**Required action**
Find every line below that contains the word "await" and copy it out.

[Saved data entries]
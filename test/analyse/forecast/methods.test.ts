import {readFileSync} from 'node:fs';
import {describe, expect, it} from 'vitest';
import {runMethod} from '../../../src/analyse/forecast/methods.js';

// Real data: R's AirPassengers from test/reference/ets.json (written by test/reference/ets.R).
const ref = JSON.parse(readFileSync(new URL('../../reference/ets.json', import.meta.url), 'utf8'));
const air = Float64Array.from(ref.auto.find((c: {name: string}) => c.name === 'AirPassengers').values);

describe('runMethod', () => {
  it('ets-theta-arima weighs its members 45/45/10 and hands back the ARIMA order for refits', () => {
    const run = runMethod('ets-theta-arima', air, {period: 12, h: 6, levels: [80]});
    const {order} = run.details.arima as {order: number[]};
    expect(run.details.weights).toEqual([0.45, 0.45, 0.1]);
    expect([run.arimaOrder!.p, run.arimaOrder!.d, run.arimaOrder!.q]).toEqual(order);
    expect(run.forecast.runningTotals).toBeDefined();
  });

  it('a given ARIMA order is refitted instead of searched', () => {
    const order = {p: 0, d: 1 as const, q: 0, constant: true};
    const run = runMethod('arima', air.subarray(0, 120), {period: 12, h: 6, levels: [80], arimaOrder: order});
    expect(run.details.order).toEqual([0, 1, 0]);
    expect(run.forecast.method).toBe('ARIMA(0,1,0) with drift on STL-adjusted data');
  });
});
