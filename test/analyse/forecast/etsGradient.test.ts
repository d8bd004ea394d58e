import fc from 'fast-check';
import {describe, expect, it} from 'vitest';
import {etsRecurse} from '../../../src/analyse/forecast/etsFilter.js';
import {etsLikelihoodGradient} from '../../../src/analyse/forecast/etsGradient.js';
import type {EtsParams, EtsSpec} from '../../../src/analyse/forecast/etsModel.js';
import {mulberry32} from '../../../src/analyse/numeric/mulberry32.js';

const SPECS: EtsSpec[] = (['A', 'M'] as const).flatMap((error) =>
  (['N', 'A', 'Ad'] as const).flatMap((trend) =>
    (['N', 'A', 'M'] as const).map((season) => ({
      error,
      trend: trend === 'N' ? 'N' : 'A',
      damped: trend === 'Ad',
      season,
      period: season === 'N' ? 1 : 4,
    })),
  ),
);

/** A positive seasonal series with trend and noise from a seed, and states and parameters near it. */
function case_(seed: number, spec: EtsSpec) {
  const rng = mulberry32(seed);
  const n = 16 + Math.floor(rng() * 30);
  const y = Float64Array.from({length: n}, (_, t) => 100 + 2 * t + 15 * Math.sin((t * Math.PI) / 2) + 5 * rng());
  const m = spec.season === 'N' ? 0 : spec.period;
  const first = spec.trend === 'N' ? 1 : 2;
  const states = new Float64Array(first + m);
  states[0] = 90 + 20 * rng();
  if (first === 2) states[1] = 4 * rng() - 1;
  for (let j = 0; j < m; j++) states[first + j] = spec.season === 'M' ? 0.8 + 0.4 * rng() : 30 * rng() - 15;
  const alpha = 0.05 + 0.9 * rng();
  const params: EtsParams = {alpha, beta: alpha * rng(), gamma: (1 - alpha) * rng(), phi: 0.8 + 0.18 * rng()};
  return {y, states, params};
}

describe('etsLikelihoodGradient', () => {
  it('the criterion is etsRecurse’s, the gradient agrees with central finite differences (every model)', () => {
    fc.assert(
      fc.property(fc.integer({min: 1, max: 1e6}), fc.constantFrom(...SPECS), (seed, spec) => {
        const {y, states, params} = case_(seed, spec);
        const gp = new Float64Array(4);
        const gs = new Float64Array(states.length);
        const lik = etsLikelihoodGradient(y, spec)(params, states, gp, gs);
        expect(lik).toBeCloseTo(etsRecurse(y, spec, params, states).lik, 9);
        const at = (p: EtsParams, s: Float64Array) => etsRecurse(y, spec, p, s).lik;
        const close = (analytic: number, numeric: number) =>
          expect(Math.abs(analytic - numeric)).toBeLessThan(1e-4 * (1 + Math.abs(numeric)));
        const used = {alpha: true, beta: spec.trend !== 'N', gamma: spec.season !== 'N', phi: spec.damped};
        (['alpha', 'beta', 'gamma', 'phi'] as const).forEach((k, i) => {
          if (!used[k]) return expect(gp[i]).toBe(0);
          const h = 1e-6;
          const [up, down] = [{...params, [k]: params[k] + h}, {...params, [k]: params[k] - h}];
          close(gp[i], (at(up, states) - at(down, states)) / (2 * h));
        });
        for (let i = 0; i < states.length; i++) {
          const h = 1e-6 * Math.max(1, Math.abs(states[i]));
          const [up, down] = [Float64Array.from(states), Float64Array.from(states)];
          up[i] += h;
          down[i] -= h;
          close(gs[i], (at(params, up) - at(params, down)) / (2 * h));
        }
      }),
      {numRuns: 200, seed: 20},
    );
  });
});
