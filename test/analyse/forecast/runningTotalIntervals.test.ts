import fc from 'fast-check';
import {describe, expect, it} from 'vitest';
import {runningTotalIntervals} from '../../../src/analyse/forecast/runningTotalIntervals.js';

/** R's quantile(x, p, type = 7) (Hyndman & Fan 1996, definition 7) from a full sort, NaN left out. */
function type7(values: number[], p: number): number {
  const sorted = values.filter((v) => !Number.isNaN(v)).sort((a, b) => a - b);
  if (sorted.length === 0) return NaN;
  const pos = (sorted.length - 1) * p;
  const lo = Math.floor(pos);
  const hi = Math.min(lo + 1, sorted.length - 1);
  return sorted[lo] + (pos - lo) * (sorted[hi] - sorted[lo]);
}

describe('runningTotalIntervals', () => {
  it('the bounds are the definition-7 quantiles of the running totals, as from a full sort (ties, NaN)', () => {
    fc.assert(
      fc.property(
        fc.integer({min: 1, max: 6}),
        fc.array(fc.oneof(fc.integer({min: -3, max: 3}), fc.double({min: -100, max: 100}), fc.constant(NaN)), {
          minLength: 1,
          maxLength: 400,
        }),
        (h, raw) => {
          const count = Math.max(1, Math.floor(raw.length / h));
          const paths = Float64Array.from({length: count * h}, (_, i) => raw[i % raw.length]);
          const levels = [50, 80, 95];
          const got = runningTotalIntervals(paths, h, levels);
          for (let t = 0; t < h; t++) {
            const sum = (p: number) => paths.subarray(p * h, p * h + t + 1).reduce((a, b) => a + b, 0);
            const totals = Array.from({length: count}, (_, p) => sum(p));
            for (const level of levels) {
              expect(got.lower.get(level)![t]).toBe(type7(totals, (1 - level / 100) / 2));
              expect(got.upper.get(level)![t]).toBe(type7(totals, (1 + level / 100) / 2));
            }
          }
        },
      ),
      {numRuns: 300, seed: 3},
    );
  });
});
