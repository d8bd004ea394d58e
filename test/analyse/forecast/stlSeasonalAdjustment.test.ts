import {readFileSync} from 'node:fs';
import {describe, expect, it} from 'vitest';
import {stlSeasonalAdjustment} from '../../../src/analyse/forecast/stlSeasonalAdjustment.js';

// Fixture: test/reference/stl.json from test/reference/stl.R — R's stats::stl(log(AirPassengers), s.window = 13,
// robust = TRUE) (Box & Jenkins airline passengers 1949–1960, in R's datasets; R version inside the JSON).
const ref = JSON.parse(readFileSync(new URL('../../reference/stl.json', import.meta.url), 'utf8'));
const air = ref.cases.find((c: {name: string}) => c.name === 'logAirPassengers-s13-robust');
const relErr = (a: number, b: number): number => Math.abs(a - b) / Math.max(1, Math.abs(b));

describe('stlSeasonalAdjustment', () => {
  it('divides a positive series by exp of R’s robust STL seasonal of its logs, and repeats the last year ahead', () => {
    const y = Float64Array.from(air.data as number[], Math.exp);
    const sa = stlSeasonalAdjustment(y, 12);
    expect(sa.kind).toBe('multiplicative');
    y.forEach((v, t) => expect(relErr(sa.adjusted[t], v / Math.exp(air.seasonal[t]))).toBeLessThan(1e-8));
    const ahead = sa.ahead(15);
    for (let i = 0; i < 15; i++) expect(relErr(ahead[i], Math.exp(air.seasonal[144 - 12 + (i % 12)]))).toBeLessThan(1e-8);
    // Restoring the last year's adjusted values gives the last year's data back.
    const back = sa.restore(sa.adjusted.subarray(132));
    for (let i = 0; i < 12; i++) expect(relErr(back[i], y[132 + i])).toBeLessThan(1e-12);
  });

  it('is additive for a series with zero or negative values, and restores the data exactly', () => {
    const y = Float64Array.from({length: 60}, (_, t) => 10 * Math.sin((2 * Math.PI * t) / 12) + 0.1 * t - 2);
    const sa = stlSeasonalAdjustment(y, 12);
    expect(sa.kind).toBe('additive');
    const seasonal = sa.ahead(12);
    const back = sa.restore(sa.adjusted.subarray(48));
    for (let i = 0; i < 12; i++) expect(back[i]).toBeCloseTo(y[48 + i], 12);
    expect(Math.max(...seasonal) - Math.min(...seasonal)).toBeGreaterThan(15);
  });

  it('leaves a series alone when the seasonality test finds no pattern or there are two years or less', () => {
    const trend = Float64Array.from({length: 48}, (_, t) => 100 + t + ((t * 7919) % 5) / 10);
    expect(stlSeasonalAdjustment(trend, 12).kind).toBe('none');
    const short = Float64Array.from({length: 24}, (_, t) => 100 + 10 * Math.sin((2 * Math.PI * t) / 12));
    expect(stlSeasonalAdjustment(short, 12).kind).toBe('none');
  });
});
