import type { Metadata } from "next";
import Link from "next/link";
import { notFound } from "next/navigation";
import { requirePageViewer } from "@/lib/server/access";
import { getDb } from "@/db/client";
import { listDatasets } from "@/db/queries/datasets";
import { getFieldById } from "@/db/queries/fields";
import { listProfiles } from "@/db/queries/profiles";
import { listControlMarks, listSurveyPlans } from "@/db/queries/survey-plans";
import { can } from "@/lib/roles";
import { idFromParams } from "@/lib/validation/ids";
import { Empty, FieldTime, PageTitle, Panel, TableScroll, TextLink } from "@/app/_components/ui";
import { ControlMarkForm, NewPlanForm } from "@/app/(app)/plans/plan-forms";
import { PlanSafetyNote } from "@/app/(app)/plans/plan-parts";

export const metadata: Metadata = { title: "Survey plans" };

export default async function FieldPlansPage({ params }: { params: Promise<{ fieldId: string }> }) {
  const viewer = await requirePageViewer();
  const fieldId = idFromParams(await params, "fieldId") ?? notFound();
  const db = await getDb();
  const field = await getFieldById(db, { id: fieldId, orgId: viewer.orgId });
  if (!field) notFound();
  const [plans, marks, datasets, profiles] = await Promise.all([
    listSurveyPlans(db, { orgId: viewer.orgId, fieldId }),
    listControlMarks(db, { orgId: viewer.orgId, fieldId }),
    listDatasets(db, { orgId: viewer.orgId, fieldId }),
    listProfiles(db, { orgId: viewer.orgId }),
  ]);
  const mayPlan = can(viewer.role, "CAN_PLAN_SURVEYS");
  const planted = datasets.filter((d) => d.kind === "planted");
  return (
    <div className="space-y-6">
      <PageTitle sub={<TextLink href={`/fields/${field.id}`}>{field.name}</TextLink>}>Survey plans</PageTitle>
      <PlanSafetyNote />
      <Panel title="Plans">
        {plans.length === 0 ? (
          <Empty>No survey plan for this field yet.</Empty>
        ) : (
          <ul className="divide-y divide-chalk-line text-sm" data-testid="plan-list">
            {plans.map((p) => (
              <li key={p.id} className="py-2">
                <Link href={`/plans/${p.id}`} className="font-medium text-leaf hover:underline">
                  {p.name}
                </Link>{" "}
                · {p.checkpoints} checkpoints, {p.spares} spares · profile &ldquo;{p.profile.name}&rdquo; ·{" "}
                {p.createdByName}, <FieldTime iso={p.createdAt} timeZone={field.timeZone} />
                {p.usedBy > 0 ? ` · surveyed (${p.usedBy})` : ""}
              </li>
            ))}
          </ul>
        )}
      </Panel>
      {mayPlan ? (
        <Panel title="Plan a check survey">
          {planted.length === 0 ? (
            <Empty>Upload the as-planted records first: a plan chooses plants from them.</Empty>
          ) : (
            <NewPlanForm
              fieldId={field.id}
              datasets={planted.map((d) => ({ id: d.id, fileName: d.fileName }))}
              profiles={profiles.map((p) => ({ id: p.id, name: p.name }))}
            />
          )}
        </Panel>
      ) : null}
      <Panel title="Control marks">
        {marks.length === 0 ? (
          <Empty>No control mark for this field yet.</Empty>
        ) : (
          <TableScroll label="Control marks">
            <table className="mb-4 w-full text-sm tabular-nums" data-testid="mark-list">
              <thead>
                <tr className="text-left text-ink-soft">
                  <th className="py-1 pr-3 font-medium">Mark</th>
                  <th className="py-1 pr-3 text-right font-medium">Easting</th>
                  <th className="py-1 pr-3 text-right font-medium">Northing</th>
                  <th className="py-1 pr-3 text-right font-medium">Height</th>
                  <th className="py-1 font-medium">Description and source</th>
                </tr>
              </thead>
              <tbody>
                {marks.map((m) => (
                  <tr key={m.id} className="border-t border-chalk-line">
                    <td className="py-1 pr-3 font-medium">{m.name}</td>
                    <td className="py-1 pr-3 text-right">{m.e.toFixed(3)}</td>
                    <td className="py-1 pr-3 text-right">{m.n.toFixed(3)}</td>
                    <td className="py-1 pr-3 text-right">{m.h !== null ? m.h.toFixed(3) : "–"}</td>
                    <td className="py-1">{[m.description, m.source].filter(Boolean).join(" · ") || "–"}</td>
                  </tr>
                ))}
              </tbody>
            </table>
          </TableScroll>
        )}
        {mayPlan ? <ControlMarkForm fieldId={field.id} /> : null}
      </Panel>
    </div>
  );
}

**Exercise solution**
  const viewer = await requirePageViewer();
  const fieldId = idFromParams(await params, "fieldId") ?? notFound();
  const db = await getDb();
  const field = await getFieldById(db, { id: fieldId, orgId: viewer.orgId });
  const [plans, marks, datasets, profiles] = await Promise.all([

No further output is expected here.